This is just beautiful! I used this combo for a bit (as part of The God Stack) and highly recommend it (along with intranasal insulin). 

 

Risk Level: high, but not ridiculously high

 

leucine (whey protein would almost certainly work) + pde5i (tadalafil, sildenafil, etc.) = increased insulin sensitivity and fat burning

 

Note the use of subtherapeutic doses! Remember the theory behind The God Stack: MANY small enhancements from numerous different angles adds up to more than the sum of the parts. 1 + 1 + 1 + 1 + 1 = 1,000

 

https://www.ncbi.nlm...pubmed/25999751

 

Diabetes Metab Syndr Obes. 2015 May 6;8:227-39. doi: 10.2147/DMSO.S82338. eCollection 2015.

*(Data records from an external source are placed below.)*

impl Projection {
    pub(super) fn fit(segs: &[MapSegment], width: f64, height_max: f64) -> Projection {
        let pad = 12.0;
        let pts: Vec<(f64, f64)> = segs
            .iter()
            .flat_map(|s| [s.from, s.to])
            .filter(|p| p.0.is_finite() && p.1.is_finite())
            .collect();
        if pts.is_empty() {
            return Projection {
                kx: 1.0,
                x0: 0.0,
                y0: 0.0,
                scale: 1.0,
                ox: 0.0,
                oy: 0.0,
                width,
                height: 100.0,
            };
        }
        let lat0 = pts.iter().map(|p| p.1).sum::<f64>() / pts.len() as f64;
        let kx = lat0.to_radians().cos().max(0.01);
        let (mut x0, mut x1, mut y0, mut y1) = (f64::MAX, f64::MIN, f64::MAX, f64::MIN);
        for p in &pts {
            let (x, y) = (p.0 * kx, -p.1);
            x0 = x0.min(x);
            x1 = x1.max(x);
            y0 = y0.min(y);
            y1 = y1.max(y);
        }
        let (sx, sy) = (x1 - x0, y1 - y0);
        let tiny = 1e-12;
        let scale = match (sx > tiny, sy > tiny) {
            (true, true) => ((width - 2.0 * pad) / sx).min((height_max - 2.0 * pad) / sy),
            (true, false) => (width - 2.0 * pad) / sx,
            (false, true) => (height_max - 2.0 * pad) / sy,
            (false, false) => 1.0,
        };
        let height = (sy * scale + 2.0 * pad).max(100.0);
        Projection {
            kx,
            x0,
            y0,
            scale,
            // Centre the drawing in the box.
            ox: (width - sx * scale) / 2.0,
            oy: (height - sy * scale) / 2.0,
            width,
            height,
        }
    }

    /// A lon/lat point in viewBox units.
    pub(super) fn place(&self, p: (f64, f64)) -> (f64, f64) {
        (
            self.ox + (p.0 * self.kx - self.x0) * self.scale,
            self.oy + (-p.1 - self.y0) * self.scale,
        )
    }

    /// ViewBox units per kilometre on the ground.
    pub(super) fn units_per_km(&self) -> f64 {
        self.scale / KM_PER_DEGREE
    }
}

/// A round length in km (1, 2 or 5 times a power of ten) at most `km`.
fn nice_km(km: f64) -> f64 {
    if !(km.is_finite() && km > 0.0) {
        return 1.0;
    }
    let p = 10f64.powf(km.log10().floor());
    [5.0, 2.0, 1.0]
        .iter()
        .map(|m| m * p)
        .find(|&x| x <= km)
        .unwrap_or(p)
}

/// The tooltip text of one segment (the map's figures without scripts).
fn segment_tooltip(s: &MapSegment) -> String {
    let mut t = format!("{}: AADT {} veh/day", s.label, thousands(s.aadt));
    if s.lo95.is_finite() && s.hi95.is_finite() {
        t.push_str(&format!(
            ", 95 % interval {} to {} veh/day",
            thousands(s.lo95),
            thousands(s.hi95)
        ));
    }
    if !s.basis.is_empty() {
        t.push_str(&format!(", basis {}", s.basis));
    }
    t
}

/// Whether a segment's ends can be drawn.
fn drawable(s: &MapSegment) -> bool {
    [s.from.0, s.from.1, s.to.0, s.to.1]
        .iter()
        .all(|v| v.is_finite())
}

Interaction between leucine and phosphodiesterase 5 inhibition in modulating insulin sensitivity and lipid metabolism.

Abstract
PURPOSE: 

Leucine activates SIRT1/AMP-activated protein kinase (AMPK) signaling and markedly potentiates the effects of other sirtuin and AMPK activators on insulin signaling and lipid metabolism. Phosphodiesterase 5 inhibition increases nitric oxide-cGMP signaling, which in turn exhibits a positive feedback loop with both SIRT1 and AMPK, thus amplifying peroxisome proliferator-activated receptor γ co-activator α (PGC1α)-mediated effects.

METHODS: 

We evaluated potential synergy between leucine and PDE5i on insulin sensitivity and lipid metabolism in vitro and in diet-induced obese (DIO) mice.

RESULTS: 

Leucine (0.5 mM) exhibited significant synergy with subtherapeutic doses (0.1-10 nM) of PDE5-inhibitors (sildenafil and icariin) on fat oxidation, nitric oxide production, and mitochondrial biogenesis in hepatocytes, adipocytes, and myotubes. Effects on insulin sensitivity, glycemic control, and lipid metabolism were then assessed in DIO-mice. DIO-mice exhibited fasting and postprandial hyperglycemia, insulin resistance, and hepatic steatosis, which were not affected by the addition of leucine (24 g/kg diet). However, the combination of leucine and a subtherapeutic dose of icariin (25 mg/kg diet) for 6 weeks reduced fasting glucose (38%, P<0.002), insulin (37%, P<0.05), area under the glucose tolerance curve (20%, P<0.01), and fully restored glucose response to exogenous insulin challenge. The combination also inhibited hepatic lipogenesis, stimulated hepatic and muscle fatty acid oxidation, suppressed hepatic inflammation, and reversed high-fat diet-induced steatosis.

CONCLUSION: 

These robust improvements in insulin sensitivity, glycemic control, and lipid metabolism indicate therapeutic potential for leucine-PDE5 inhibitor combinations.

 


Edited by lostfalco, 25 March 2016 - 09:47 PM.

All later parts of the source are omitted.